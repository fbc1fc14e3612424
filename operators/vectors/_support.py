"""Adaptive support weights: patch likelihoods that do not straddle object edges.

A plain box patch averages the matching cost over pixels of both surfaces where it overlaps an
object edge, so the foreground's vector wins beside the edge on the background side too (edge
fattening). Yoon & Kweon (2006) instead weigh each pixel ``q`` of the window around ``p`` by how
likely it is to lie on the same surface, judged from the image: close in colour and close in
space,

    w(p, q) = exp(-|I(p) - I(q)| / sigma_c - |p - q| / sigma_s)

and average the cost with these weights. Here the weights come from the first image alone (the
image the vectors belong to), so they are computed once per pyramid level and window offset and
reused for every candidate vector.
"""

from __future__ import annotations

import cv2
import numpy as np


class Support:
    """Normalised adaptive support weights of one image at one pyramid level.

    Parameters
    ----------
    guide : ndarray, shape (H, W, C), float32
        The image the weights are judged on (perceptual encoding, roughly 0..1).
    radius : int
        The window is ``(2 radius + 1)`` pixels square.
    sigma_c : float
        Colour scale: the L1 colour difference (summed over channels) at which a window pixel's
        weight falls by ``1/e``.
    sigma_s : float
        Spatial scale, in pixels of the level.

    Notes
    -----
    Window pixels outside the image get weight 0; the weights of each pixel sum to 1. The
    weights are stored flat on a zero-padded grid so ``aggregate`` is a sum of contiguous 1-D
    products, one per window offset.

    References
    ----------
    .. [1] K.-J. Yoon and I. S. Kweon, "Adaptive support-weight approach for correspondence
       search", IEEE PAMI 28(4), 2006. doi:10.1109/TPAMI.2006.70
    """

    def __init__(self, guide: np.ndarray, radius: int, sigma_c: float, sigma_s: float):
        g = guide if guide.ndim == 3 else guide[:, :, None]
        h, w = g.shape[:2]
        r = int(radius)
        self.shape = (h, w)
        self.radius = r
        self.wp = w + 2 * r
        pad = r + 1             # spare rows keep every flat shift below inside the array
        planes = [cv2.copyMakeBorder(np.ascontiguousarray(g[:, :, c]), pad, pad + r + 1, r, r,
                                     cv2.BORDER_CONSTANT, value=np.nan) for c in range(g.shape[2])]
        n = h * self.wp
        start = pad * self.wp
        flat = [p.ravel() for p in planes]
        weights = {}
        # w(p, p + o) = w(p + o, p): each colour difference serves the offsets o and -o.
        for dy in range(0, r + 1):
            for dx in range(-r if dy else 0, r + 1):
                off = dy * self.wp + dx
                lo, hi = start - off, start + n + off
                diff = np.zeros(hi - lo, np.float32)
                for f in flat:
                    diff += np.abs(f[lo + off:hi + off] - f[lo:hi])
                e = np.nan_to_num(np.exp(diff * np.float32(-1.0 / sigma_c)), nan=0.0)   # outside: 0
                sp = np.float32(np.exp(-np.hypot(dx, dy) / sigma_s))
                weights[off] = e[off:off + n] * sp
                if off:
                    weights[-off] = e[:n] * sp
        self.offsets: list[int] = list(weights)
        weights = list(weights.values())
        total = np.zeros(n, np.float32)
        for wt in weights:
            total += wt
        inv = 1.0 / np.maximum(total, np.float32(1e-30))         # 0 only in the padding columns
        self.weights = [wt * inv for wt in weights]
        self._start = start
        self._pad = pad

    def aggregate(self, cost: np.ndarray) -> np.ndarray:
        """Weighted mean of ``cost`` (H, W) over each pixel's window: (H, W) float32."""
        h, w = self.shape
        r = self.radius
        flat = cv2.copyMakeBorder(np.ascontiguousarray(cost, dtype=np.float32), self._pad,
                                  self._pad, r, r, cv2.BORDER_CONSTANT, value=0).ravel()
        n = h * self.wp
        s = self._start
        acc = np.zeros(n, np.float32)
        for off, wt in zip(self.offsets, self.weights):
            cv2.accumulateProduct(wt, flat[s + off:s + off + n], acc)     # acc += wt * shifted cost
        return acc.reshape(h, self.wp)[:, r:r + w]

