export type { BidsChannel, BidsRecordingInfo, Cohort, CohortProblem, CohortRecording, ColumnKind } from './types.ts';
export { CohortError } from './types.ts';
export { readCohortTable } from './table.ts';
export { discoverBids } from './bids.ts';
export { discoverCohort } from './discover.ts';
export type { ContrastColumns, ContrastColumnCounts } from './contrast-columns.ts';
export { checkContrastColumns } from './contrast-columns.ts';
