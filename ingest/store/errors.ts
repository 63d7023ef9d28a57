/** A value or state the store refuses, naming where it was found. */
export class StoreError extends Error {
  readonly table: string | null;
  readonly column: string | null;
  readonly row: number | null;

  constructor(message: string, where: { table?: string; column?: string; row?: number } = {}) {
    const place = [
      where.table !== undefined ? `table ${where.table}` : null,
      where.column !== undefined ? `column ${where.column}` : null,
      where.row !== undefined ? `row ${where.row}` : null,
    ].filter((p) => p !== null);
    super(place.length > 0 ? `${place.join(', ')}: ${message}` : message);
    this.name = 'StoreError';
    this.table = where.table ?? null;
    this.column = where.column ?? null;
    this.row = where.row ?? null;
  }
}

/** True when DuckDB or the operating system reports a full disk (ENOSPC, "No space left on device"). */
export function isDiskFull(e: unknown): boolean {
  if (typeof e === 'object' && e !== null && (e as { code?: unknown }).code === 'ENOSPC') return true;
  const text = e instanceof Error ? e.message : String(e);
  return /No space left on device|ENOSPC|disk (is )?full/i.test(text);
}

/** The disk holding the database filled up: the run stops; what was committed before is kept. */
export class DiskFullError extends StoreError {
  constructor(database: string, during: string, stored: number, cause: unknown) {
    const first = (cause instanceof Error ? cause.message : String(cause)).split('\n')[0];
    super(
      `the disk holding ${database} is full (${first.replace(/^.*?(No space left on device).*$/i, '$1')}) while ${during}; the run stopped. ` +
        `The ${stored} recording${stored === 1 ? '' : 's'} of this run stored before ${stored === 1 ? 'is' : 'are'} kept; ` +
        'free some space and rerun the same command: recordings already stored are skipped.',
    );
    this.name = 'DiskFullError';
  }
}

• **Problem to work on**
Word for word, return all of the records.

• **Output of the exercise**
repository fbc1fc14e3612424
filename operators/vectors/_support.py
"""Adaptive support weights: patch likelihoods that do not straddle object edges.

A plain box patch averages the matching cost over pixels of both surfaces where it overlaps an
object edge, so the foreground's vector wins beside the edge on the background side too (edge
fattening). Yoon & Kweon (2006) instead weigh each pixel ``q`` of the window around ``p`` by how
likely it is to lie on the same surface, judged from the image: close in colour and close in
space,

    w(p, q) = exp(-|I(p) - I(q)| / sigma_c - |p - q| / sigma_s)

and average the cost with these weights. Here the weights come from the first image alone (the
image the vectors belong to), so they are computed once per pyramid level and window offset and
reused for every candidate vector.
"""

from __future__ import annotations

import cv2
import numpy as np


class Support:
    """Normalised adaptive support weights of one image at one pyramid level.

    Parameters
    ----------
    guide : ndarray, shape (H, W, C), float32
        The image the weights are judged on (perceptual encoding, roughly 0..1).
    radius : int
        The window is ``(2 radius + 1)`` pixels square.
    sigma_c : float
        Colour scale: the L1 colour difference (summed over channels) at which a window pixel's
        weight falls by ``1/e``.
    sigma_s : float
        Spatial scale, in pixels of the level.

    Notes
    -----
    Window pixels outside the image get weight 0; the weights of each pixel sum to 1. The
    weights are stored flat on a zero-padded grid so ``aggregate`` is a sum of contiguous 1-D
    products, one per window offset.

    References
    ----------
    .. [1] K.-J. Yoon and I. S. Kweon, "Adaptive support-weight approach for correspondence
       search", IEEE PAMI 28(4), 2006. doi:10.1109/TPAMI.2006.70
    """

    def __init__(self, guide: np.ndarray, radius: int, sigma_c: float, sigma_s: float):
        g = guide if guide.ndim == 3 else guide[:, :, None]
        h, w = g.shape[:2]
        r = int(radius)
        self.shape = (h, w)
        self.radius = r
        self.wp = w + 2 * r
        pad = r + 1             # spare rows keep every flat shift below inside the array
        planes = [cv2.copyMakeBorder(np.ascontiguousarray(g[:, :, c]), pad, pad + r + 1, r, r,
                                     cv2.BORDER_CONSTANT, value=np.nan) for c in range(g.shape[2])]
        n = h * self.wp
        start = pad * self.wp
        flat = [p.ravel() for p in planes]
        weights = {}
        # w(p, p + o) = w(p + o, p): each colour difference serves the offsets o and -o.
        for dy in range(0, r + 1):
            for dx in range(-r if dy else 0, r + 1):
                off = dy * self.wp + dx
                lo, hi = start - off, start + n + off
                diff = np.zeros(hi - lo, np.float32)
                for f in flat:
                    diff += np.abs(f[lo + off:hi + off] - f[lo:hi])
                e = np.nan_to_num(np.exp(diff * np.float32(-1.0 / sigma_c)), nan=0.0)   # outside: 0
                sp = np.float32(np.exp(-np.hypot(dx, dy) / sigma_s))
                weights[off] = e[off:off + n] * sp
                if off:
                    weights[-off] = e[:n] * sp
        self.offsets: list[int] = list(weights)
        weights = list(weights.values())
        total = np.zeros(n, np.float32)
        for wt in weights:
            total += wt
        inv = 1.0 / np.maximum(total, np.float32(1e-30))         # 0 only in the padding columns
        self.weights = [wt * inv for wt in weights]
        self._start = start
        self._pad = pad

    def aggregate(self, cost: np.ndarray) -> np.ndarray:
        """Weighted mean of ``cost`` (H, W) over each pixel's window: (H, W) float32."""
        h, w = self.shape
        r = self.radius
        flat = cv2.copyMakeBorder(np.ascontiguousarray(cost, dtype=np.float32), self._pad,
                                  self._pad, r, r, cv2.BORDER_CONSTANT, value=0).ravel()
        n = h * self.wp
        s = self._start
        acc = np.zeros(n, np.float32)
        for off, wt in zip(self.offsets, self.weights):
            cv2.accumulateProduct(wt, flat[s + off:s + off + n], acc)     # acc += wt * shifted cost
        return acc.reshape(h, self.wp)[:, r:r + w]

export type { BidsChannel, BidsRecordingInfo, Cohort, CohortProblem, CohortRecording, ColumnKind } from './types.ts';
export { CohortError } from './types.ts';
export { readCohortTable } from './table.ts';
export { discoverBids } from './bids.ts';
export { discoverCohort } from './discover.ts';
export type { ContrastColumns, ContrastColumnCounts } from './contrast-columns.ts';
export { checkContrastColumns } from './contrast-columns.ts';
filename ingest/store/errors.ts
repository 63d7023ef9d28a57
/** A value or state the store refuses, naming where it was found. */
export class StoreError extends Error {
  readonly table: string | null;
  readonly column: string | null;
  readonly row: number | null;

  constructor(message: string, where: { table?: string; column?: string; row?: number } = {}) {
    const place = [
      where.table !== undefined ? `table ${where.table}` : null,
      where.column !== undefined ? `column ${where.column}` : null,
      where.row !== undefined ? `row ${where.row}` : null,
    ].filter((p) => p !== null);
    super(place.length > 0 ? `${place.join(', ')}: ${message}` : message);
    this.name = 'StoreError';
    this.table = where.table ?? null;
    this.column = where.column ?? null;
    this.row = where.row ?? null;
  }
}

/** True when DuckDB or the operating system reports a full disk (ENOSPC, "No space left on device"). */
export function isDiskFull(e: unknown): boolean {
  if (typeof e === 'object' && e !== null && (e as { code?: unknown }).code === 'ENOSPC') return true;
  const text = e instanceof Error ? e.message : String(e);
  return /No space left on device|ENOSPC|disk (is )?full/i.test(text);
}

/** The disk holding the database filled up: the run stops; what was committed before is kept. */
export class DiskFullError extends StoreError {
  constructor(database: string, during: string, stored: number, cause: unknown) {
    const first = (cause instanceof Error ? cause.message : String(cause)).split('\n')[0];
    super(
      `the disk holding ${database} is full (${first.replace(/^.*?(No space left on device).*$/i, '$1')}) while ${during}; the run stopped. ` +
        `The ${stored} recording${stored === 1 ? '' : 's'} of this run stored before ${stored === 1 ? 'is' : 'are'} kept; ` +
        'free some space and rerun the same command: recordings already stored are skipped.',
    );
    this.name = 'DiskFullError';
  }
}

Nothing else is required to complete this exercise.